If the Liberals have a plan to offset the sharp increase in salary costs, they haven’t shared it with the public. During the budget lockup briefing for journalists in March, a senior government official did say that any settlement costs beyond projections used to prepare fiscal forecasts would simply be added on to the deficit.

That’s a woefully insufficient, indeed irresponsible, response. Civil servants themselves could hardly be blamed for wanting to protect their paycheques from the corrosive effects of inflation. They mostly succeeded, which will add to operating costs. If that is more than the government anticipated – so far the Finance Department isn’t saying – then it needs to do more than simply shrug its shoulders and add the tab to the national debt.

In isolation, the nearly 13-per-cent bump in pay over four years isn’t an insurmountable problem. But that increase is layered on top of the 30-per-cent (and counting) increase in the head count of the civil service, and a massive expansion in the use, and cost, of external contractors.

Adding to Ottawa’s problems is language in the tentative agreement with PSAC that limits the ability of the government to lay off civil servants. PSAC has secured language that allows it to contest layoffs and that members “will not lose their job if they can perform the duties of a contractor already working with the federal government.”

There might not be a perfect skills overlap between the MBA-heavy team at McKinsey & Co. and CRA staff.
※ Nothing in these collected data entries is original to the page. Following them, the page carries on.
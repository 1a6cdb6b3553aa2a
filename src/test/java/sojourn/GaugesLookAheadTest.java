package sojourn;

import static org.assertj.core.api.Assertions.assertThat;

import java.nio.file.Path;
import java.util.ArrayList;
import java.util.List;
import java.util.Optional;
import java.util.function.IntFunction;
import org.junit.jupiter.api.io.TempDir;
import org.junit.jupiter.params.ParameterizedTest;
import org.junit.jupiter.params.provider.MethodSource;
import org.junit.jupiter.params.provider.ValueSource;
import sojourn.PrefixCheck.Rows;
import sojourn.market.Known;
import sojourn.market.PriceTable;
import sojourn.regime.Gauge;
import sojourn.regime.GaugeFilter;
import sojourn.regime.Observations;
import sojourn.walk.Observation;
import sojourn.walk.Reading;
import sojourn.walk.RegimeTimeline;
import sojourn.walk.Signal;

/** No look-ahead with any kind of gauge, through the whole job on closes of the NYSE composite; and a gauge that does is caught. */
class GaugesLookAheadTest {
    private static final PriceHistory STOCKS = PriceHistory.stocks();
    private static final int ROWS = 800;
    private static final int FIRST_FIT = 300;
    /** Around the first fit, between fits, around one on a multiple of 50, and the last bar but one. */
    private static final int[] CUTS = {
        2, FIRST_FIT, FIRST_FIT + 1, FIRST_FIT + 2, 330, 351, 352, 450, 451, 452, 555, 700, ROWS - 1
    };

    private static final String ROLLING =
            "model: volatility-threshold, states: [calm, stormy], observe: [{log-return: stocks}],"
                    + " threshold: {volatility: {rolling: 21}, storm-above: 0.8, calm-below: 0.6}";
    private static final String WEIGHTED = "model: volatility-threshold, states: [calm, stormy],"
            + " observe: [{simple-return: stocks}], threshold: {volatility: {ewma: 0.94}, storm-above: 0.7}";

    private static final String JUMP =
            "model: jump, states: [calm, stormy], observe: [{absolute-return: stocks}], penalty: 8";

    private static final String PRIOR =
            "observe: [{log-return: stocks}], states: [calm, stormy], prior: {stay: 20, variance: window}";

    private static final String BY_BIC = choosing("bic");
    private static final String BY_PREDICTION = choosing("predictive");

    private static String choosing(String by) {
        return "observe: [{log-return: stocks}], states: [all, calm, stormy], choose: {states: [[all], [calm, stormy]], by: "
                + by + "}";
    }

    static List<String> choices() {
        return List.of(BY_BIC, BY_PREDICTION);
    }

    @TempDir
    private Path folder;

    @ParameterizedTest
    @ValueSource(strings = {ROLLING, WEIGHTED, JUMP, PRIOR})
    void everyGaugeSaysTheSameOfEveryBarUpToTheCut(String regimes) {
        WholeJob job = job(regimes);
        PrefixCheck check = check(job);
        assertThat(check.rowsOf("fits")).isGreaterThanOrEqualTo(10);
        assertThat(check.rowsOf("trades")).isGreaterThan(3);
        assertThat(check.differences(CUTS)).isEmpty();
    }

    @ParameterizedTest
    @ValueSource(strings = {ROLLING, WEIGHTED, JUMP, PRIOR})
    void aGaugeWithTheParametersOfTheFullSampleIsCaught(String regimes) {
        WholeJob honest = job(regimes);
        Observation observation = honest.strategy().regimes().observe().get(0);
        PrefixCheck check = check(honest.signalling((table, timeline) -> new Hindsight(table, timeline, observation)));
        assertThat(check.differences(CUTS))
                .isNotEmpty()
                .allSatisfy(difference -> assertThat(difference.column()).isEqualTo("target.stocks"));
    }

    @ParameterizedTest
    @MethodSource("choices")
    void aChosenNumberOfRegimesSaysTheSameOfEveryBarUpToTheCut(String regimes) {
        PrefixCheck check = check(choosingJob(regimes));
        assertThat(check.whole().rows().stream()
                        .filter(row -> row.table().equals("fits"))
                        .map(row -> row.cells().get(row.columns().indexOf("states")))
                        .distinct())
                .containsExactlyInAnyOrder("1", "2");
        assertThat(check.differences(CUTS)).isEmpty();
    }

    @ParameterizedTest
    @MethodSource("choices")
    void aNumberChosenFromTheFullSampleIsCaughtEvenIfItsFitsAndFilterAreHonest(String regimes) {
        PrefixCheck check = check(choosingJob(regimes).signalling(ChosenInHindsight::new));
        assertThat(check.differences(CUTS)).isNotEmpty();
    }

    private WholeJob choosingJob(String regimes) {
        return WholeJob.of(text(regimes).replace("{calm:", "{all: {stocks: 0.5}, calm:"), folder);
    }

    private WholeJob job(String regimes) {
        return WholeJob.of(text(regimes), folder);
    }

    private static String text(String regimes) {
        return """
                strategy: Lean with the odds
                prices: {stocks: {csv: stocks.csv}}
                cash: {percent-per-year: 4}
                regimes: {%s}
                refit: {first-fit-after: 300, every: 50, window: {rolling: 250}, starts: 2, seed: 7}
                allocate: {blend: {weights: {calm: {stocks: 1}, stormy: {stocks: 0}}}}
                judge: {against: [buy-and-hold], buy-and-hold: {stocks: 1}, rank-by: sharpe}
                """.formatted(regimes);
    }

    private PrefixCheck check(WholeJob job) {
        IntFunction<Rows> onRows = rows -> {
            STOCKS.write(folder.resolve("stocks.csv"), rows);
            return job.run(job.read());
        };
        return PrefixCheck.of(onRows, ROWS);
    }

    /** The gauge of the last fit of all, over everything there is; its filter is honest. */
    private static final class Hindsight implements Signal {
        private final RegimeTimeline timeline;
        private final List<double[]> probabilities = new ArrayList<>();

        Hindsight(PriceTable table, RegimeTimeline timeline, Observation observation) {
            this.timeline = timeline;
            if (timeline.fits().isEmpty()) {
                return;
            }
            Gauge last = timeline.fits()
                    .get(timeline.fits().size() - 1)
                    .fit()
                    .gauge()
                    .orElseThrow();
            GaugeFilter filter = last.filter();
            for (int bar = 1; bar < table.size(); bar++) {
                double x = observation.at(table.knownAt(bar)).orElseThrow();
                filter = filter.step(Observations.univariate(new double[] {x}), 0);
                probabilities.add(filter.probabilities());
            }
        }

        @Override
        public List<String> regimes() {
            return timeline.regimes();
        }

        @Override
        public Optional<Reading> at(Known known) {
            return timeline.at(known)
                    .map(honest -> Reading.of(
                            honest.fit(),
                            probabilities.get(known.bar() - 1),
                            new double[] {1, 0, 0, 1},
                            timeline.fits().get(0).fit().moments().orElseThrow()));
        }
    }

    /** At every bar the number of regimes that the last fit of all chose; its own fits and filter are honest. */
    private static final class ChosenInHindsight implements Signal {
        private final RegimeTimeline timeline;
        private final int last;

        ChosenInHindsight(PriceTable table, RegimeTimeline timeline) {
            this.timeline = timeline;
            this.last = timeline.fits().isEmpty()
                    ? 0
                    : timeline.fits().get(timeline.fits().size() - 1).regimes().size();
        }

        @Override
        public List<String> regimes() {
            return timeline.regimes();
        }

        @Override
        public Optional<Reading> at(Known known) {
            return timeline.at(known).map(honest -> {
                double[] own = honest.filtered();
                double[] one = {1, 0, 0};
                double[] two = {0, own[0] == 1 ? 1 : own[1], own[0] == 1 ? 0 : own[2]};
                return Reading.of(
                        honest.fit(),
                        last == 1 ? one : two,
                        new double[] {1, 0, 0, 0, 1, 0, 0, 0, 1},
                        timeline.reading(known.bar()).orElseThrow().moments());
            });
        }
    }
}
But that language is an obvious impediment to layoffs, particularly given the recent expansion in contractor expenditures.

One thing is for certain: Ottawa should stop hiring. The reflex when any problem pops up, on display last summer with the passport fiasco, is to flood the zone with new employees. Any private sector employer would recognize the impulse – we need more people – and equally realize that such an impulse is an admission of a failure of imagination and of basic managerial competence.

Instead, the Liberals need to downsize the civil service. With layoffs made much more difficult, a hiring freeze is the next-best option. Unfortunately, it would take at least the rest of the decade to unwind the Liberals’ hiring spree, given current rates of attrition.

So best to get started. The spending party is over, and the Liberals’ fiscal headaches have only begun to inflict pain.